### PROVIDED INFORMATION:
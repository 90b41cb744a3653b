import { logBinomialDensity, logPoissonDensity } from './discrete-densities.js';
import { roundingSlack, type Placement } from './placement.js';
import {
  logBinomialAtLeast,
  logBinomialAtMost,
  logPoissonAtLeast,
  logPoissonAtMost,
} from './tails.js';

/**
 * Sums over many weighted shards of their single-shard tails at one relative load, with no
 * special-function call per shard.
 *
 * The question "does some shard reach t?" gives shard i the threshold k_i = ceil(t N p_i)
 * (side high) or floor(t N p_i) (side low). Every shard with threshold k has its position
 * x_i = t N p_i within one count of it, so its tail is the tail at the middle of that count,
 * x_c = k -+ 1/2, moved by e_i = x_i - x_c (|e_i| <= 1/2) along the law's parameter. The move
 * is a short Taylor series whose coefficients are closed-form:
 * d/dlambda P(Y >= k) = P(Y = k - 1) for Poisson(lambda), and
 * d/dp P(X >= k) = N P(X' = k - 1) with X' ~ Binomial(N - 1, p); each further derivative is
 * a backward difference of the densities (d/dp of a Binomial(M, p) density at j is
 * M [P_{M-1}(j - 1) - P_{M-1}(j)]; d/dlambda of a Poisson density is P(j - 1) - P(j)). So
 *   T(k, x_c + e) = T(k, x_c) (1 + sum_n a_n(k) e^n),  a_n = T^(n) (dtheta/de)^n / (n! T),
 *   log T(k, x_c + e) = g_0(k) + sum_n b_n(k) e^n  (the series of log(1 + A)),
 * each cut where its next term is below 1e-11 at |e| = 1/2. The a-series gives the tail
 * itself (one exponential per threshold, not per shard), the b-series its elasticity; where
 * the a-series does not settle in 16 terms the tail is exp(g_0 + B(e)).
 *
 * g_0, b_n and a_n are smooth in k. Where the thresholds of all shards span few counts,
 * every count is a node (exact tails there; a count's positions are cut into up to 16 parts
 * where the series needs it). Otherwise they are interpolated in log(k + 1) by the
 * barycentric formula through 17 to 65 exact nodes at rounded Chebyshev points (checked
 * against exact nodes halfway between), and tabulated as cubic cells of about 2% relative
 * width (checked against the interpolant at every cell's midpoint). A sweep is refused
 * (null: the grouped engine answers) when the interpolant misses an exact node by more than
 * 1e-9 or a cell its interpolant by more than 1e-8.
 *
 * A sweep costs about 25 exact tails plus a few dozen flops per distinct threshold and per
 * shard; shards are walked in ascending share, so thresholds and cells only move forward.
 * (Method ours; tested against the per-shard tails of tails.ts and the grouped engine.)
 */

export type Side = 'high' | 'low';

/** The law of one shard's count in a sweep. */
export type SweepLaw =
  | { readonly kind: 'binomial' }
  /** Poisson with mean rate * share (the pieces of Levin's representation). */
  | { readonly kind: 'poisson'; readonly rate: number };

/** Weighted shares sorted for sweeping. */
export interface ShareSweep {
  readonly total: number;
  /** Shares in ascending order, all above zero. */
  readonly shares: Float64Array;
  /** prefix[i] = sum of the i smallest shares. */
  readonly prefix: Float64Array;
}

/** Fewer shards than this are left to the grouped engine (exact where affordable). */
export const SWEEP_FROM = 500;

/** Per shares array, the latest total asked about and its sweep (null: not eligible). */
const sweepCache = new WeakMap<Float64Array, { total: number; sweep: ShareSweep | null }>();

/**
 * The sweep of a weighted placement, or null when shares are equal, the shards are few, a
 * share is zero, or the largest share is above 1e-2 (the grouped engine handles those).
 * O(m log m) once per placement (cached).
 */
export function shareSweep(placement: Placement): ShareSweep | null {
  const shares = placement.shares;
  if (shares === null || placement.shardCount < SWEEP_FROM) return null;
  const cached = sweepCache.get(shares);
  if (cached !== undefined) {
    // Whether a sweep applies depends on the shares alone; a new total reuses their order.
    if (cached.sweep === null || cached.total === placement.total) return cached.sweep;
    const sweep = { ...cached.sweep, total: placement.total };
    sweepCache.set(shares, { total: placement.total, sweep });
    return sweep;
  }
  const sorted = Float64Array.from(shares).sort();
  const sweep =
    sorted[0] > 0 && sorted[sorted.length - 1] <= 1e-2
      ? { total: placement.total, shares: sorted, prefix: prefixSums(sorted) }
      : null;
  sweepCache.set(shares, { total: placement.total, sweep });
  return sweep;
}

function prefixSums(values: Float64Array): Float64Array {
  const prefix = new Float64Array(values.length + 1);
  for (let i = 0; i < values.length; i++) prefix[i + 1] = prefix[i] + values[i];
  return prefix;
}

/**
 * At a fixed relative load a shard's tail falls as its share grows (on both sides: the
 * relative spread of its count shrinks as 1 / sqrt(N p)), up to the lattice wobble of one
 * count. So a walk in ascending share can stop once a tail is this far (in log) below the
 * largest so far: each shard left out is below e^-40 of that tail.
 */
export const PRUNE_EXACT = 40;
/** A looser margin for bracketing a quantile (answers are settled with PRUNE_EXACT). */
export const PRUNE_QUICK = 15;

/** The threshold of a shard whose threshold position is x, rounded as the grouped engine does. */
export function thresholdAt(side: Side, x: number): number {
  return side === 'high' ? Math.ceil(x - roundingSlack(x)) : Math.floor(x + roundingSlack(x));
}

/** Largest Taylor order in e. */
const MAX_ORDER = 16;
/** A term of an e-series below this (at the largest |e|) ends it. */
const SERIES_TAIL = 1e-11;
/** Thresholds spanning at most this many counts make every count a node. */
const DIRECT_COUNTS = 48;
/** Largest number of parts a direct bucket is cut into. */
const MAX_PARTS = 16;
/** Interpolants tried, by number of Chebyshev intervals. */
const SMOOTH_DEGREES = [16, 32, 64];
/** An interpolant off by more than this at a check against exact nodes is refused. */
const CHECK = 1e-9;
/** A cubic cell off its interpolant by more than this at its midpoint is refused. */
const CELL_CHECK = 1e-8;
/** Relative width of the cubic cells tabulated from the smooth interpolant. */
const TABLE_WIDTH = 0.02;

/** A full node: [g_0, b_1..b_MAX, a_1..a_MAX]. */
const FULL = 1 + 2 * MAX_ORDER;

const densityScratch = new Float64Array(MAX_ORDER * MAX_ORDER);

/**
 * The full node at threshold k and expansion centre xc (a position), or false when a
 * density or tail is not finite (the sweep is then refused).
 */
function nodeAt(
  side: Side,
  law: SweepLaw,
  total: number,
  scale: number,
  k: number,
  xc: number,
  out: Float64Array,
): boolean {
  const share = xc / scale;
  const sign = side === 'high' ? 1 : -1;
  // The densities differenced: high side from k - 1 down, low side from k down.
  const j0 = side === 'high' ? k - 1 : k;
  let g0: number;
  let logBase: number;
  const density = densityScratch;
  if (law.kind === 'poisson') {
    const mean = law.rate * share;
    g0 = side === 'high' ? logPoissonAtLeast(k, mean) : logPoissonAtMost(k, mean);
    logBase = logPoissonDensity(j0, mean);
    // The same densities for every order: P(j0 - j) = P(j0 - j + 1) (j0 - j + 1) / mean.
    let d = 1;
    for (let j = 0; j < MAX_ORDER; j++) {
      if (j > 0) d *= Math.max(0, j0 - j + 1) / mean;
      for (let n = 1; n <= MAX_ORDER; n++) density[(n - 1) * MAX_ORDER + j] = d;
    }
  } else {
    g0 = side === 'high' ? logBinomialAtLeast(k, total, share) : logBinomialAtMost(k, total, share);
    logBase = logBinomialDensity(j0, total - 1, share);
    const q = 1 - share;
    // Row n holds Binomial(N - n, p) densities at j0 - j, relative to the (N - 1, j0) one:
    // P_{M-1}(i) = P_M(i) (M - i) / (M q) and P_M(i - 1) = P_M(i) i q / ((M - i + 1) p).
    let head = 1;
    for (let n = 1; n <= MAX_ORDER; n++) {
      const trials = total - n;
      if (n > 1) head *= Math.max(0, trials + 1 - j0) / ((trials + 1) * q);
      let d = head;
      for (let j = 0; j < n; j++) {
        if (j > 0) {
          const i = j0 - j + 1;
          d *= (Math.max(0, i) * q) / ((trials - i + 1) * share);
        }
        density[(n - 1) * MAX_ORDER + j] = d;
      }
    }
  }
  if (!Number.isFinite(g0)) return false;
  out[0] = g0;
  const ratio = j0 >= 0 && Number.isFinite(logBase) ? Math.exp(logBase - g0) : 0;
  // a_n: (dtheta/de)^n, times the falling factorial N (N-1)...(N-n+1) for the binomial, over n!.
  const step = law.kind === 'poisson' ? law.rate / scale : 1 / scale;
  const A = 1 + MAX_ORDER;
  let factor = 1;
  for (let n = 1; n <= MAX_ORDER; n++) {
    factor *= (step * (law.kind === 'poisson' ? 1 : total - n + 1)) / n;
    // (E^-1 - 1)^(n-1) applied at j0: sum_j C(n-1, j) (-1)^(n-1-j) P(j0 - j).
    let difference = 0;
    let binomial = 1;
    for (let j = 0; j < n; j++) {
      if (j > 0) binomial = (binomial * (n - j)) / j;
      const term = binomial * density[(n - 1) * MAX_ORDER + j];
      difference += (n - 1 - j) % 2 === 0 ? term : -term;
    }
    out[A + n - 1] = sign * ratio * factor * difference;
  }
  // log(1 + A(e)) = sum b_n e^n: b_n = a_n - (1/n) sum_{j<n} j b_j a_{n-j}.
  for (let n = 1; n <= MAX_ORDER; n++) {
    let convolution = 0;
    for (let j = 1; j < n; j++) convolution += j * out[j] * out[A + n - j - 1];
    out[n] = out[A + n - 1] - convolution / n;
  }
  for (let n = 0; n < FULL; n++) if (!Number.isFinite(out[n])) return false;
  return true;
}

/** Orders kept of the two series: b (log tail) and a (tail; 0 when it does not settle). */
interface Orders {
  readonly b: number;
  readonly a: number;
}

/** The order a series (at offset `from` of a full node) needs at |e| <= h, or MAX_ORDER. */
function seriesOrder(node: Float64Array, from: number, h: number): number {
  let order = MAX_ORDER;
  while (order > 1 && Math.abs(node[from + order - 1]) * h ** order < SERIES_TAIL) order--;
  return order;
}

function ordersOf(node: Float64Array, h: number, seen: Orders): Orders {
  const b = Math.max(seen.b, seriesOrder(node, 1, h));
  const a = seen.a < 0 ? -1 : seriesOrder(node, 1 + MAX_ORDER, h);
  return { b, a: a < 0 || a >= MAX_ORDER ? -1 : Math.max(seen.a, a) };
}

/** Orders that serve both: the longer of each series (no a-series if either has none). */
function widerOrders(x: Orders, y: Orders): Orders {
  return { b: Math.max(x.b, y.b), a: x.a < 0 || y.a < 0 ? -1 : Math.max(x.a, y.a) };
}

/** Width of a packed node: [g_0, b_1..b_B, a_1..a_A]. */
function packedWidth(orders: Orders): number {
  return 1 + orders.b + Math.max(orders.a, 0);
}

### EXERCISE BRIEF:
Lines before the one containing "readonly a: number;" are not wanted; please set down that line and every line after it through the end of the material, exactly.

### ANSWER TO THIS TASK:
  readonly a: number;
}

/** The order a series (at offset `from` of a full node) needs at |e| <= h, or MAX_ORDER. */
function seriesOrder(node: Float64Array, from: number, h: number): number {
  let order = MAX_ORDER;
  while (order > 1 && Math.abs(node[from + order - 1]) * h ** order < SERIES_TAIL) order--;
  return order;
}

function ordersOf(node: Float64Array, h: number, seen: Orders): Orders {
  const b = Math.max(seen.b, seriesOrder(node, 1, h));
  const a = seen.a < 0 ? -1 : seriesOrder(node, 1 + MAX_ORDER, h);
  return { b, a: a < 0 || a >= MAX_ORDER ? -1 : Math.max(seen.a, a) };
}

/** Orders that serve both: the longer of each series (no a-series if either has none). */
function widerOrders(x: Orders, y: Orders): Orders {
  return { b: Math.max(x.b, y.b), a: x.a < 0 || y.a < 0 ? -1 : Math.max(x.a, y.a) };
}

/** Width of a packed node: [g_0, b_1..b_B, a_1..a_A]. */
function packedWidth(orders: Orders): number {
  return 1 + orders.b + Math.max(orders.a, 0);
}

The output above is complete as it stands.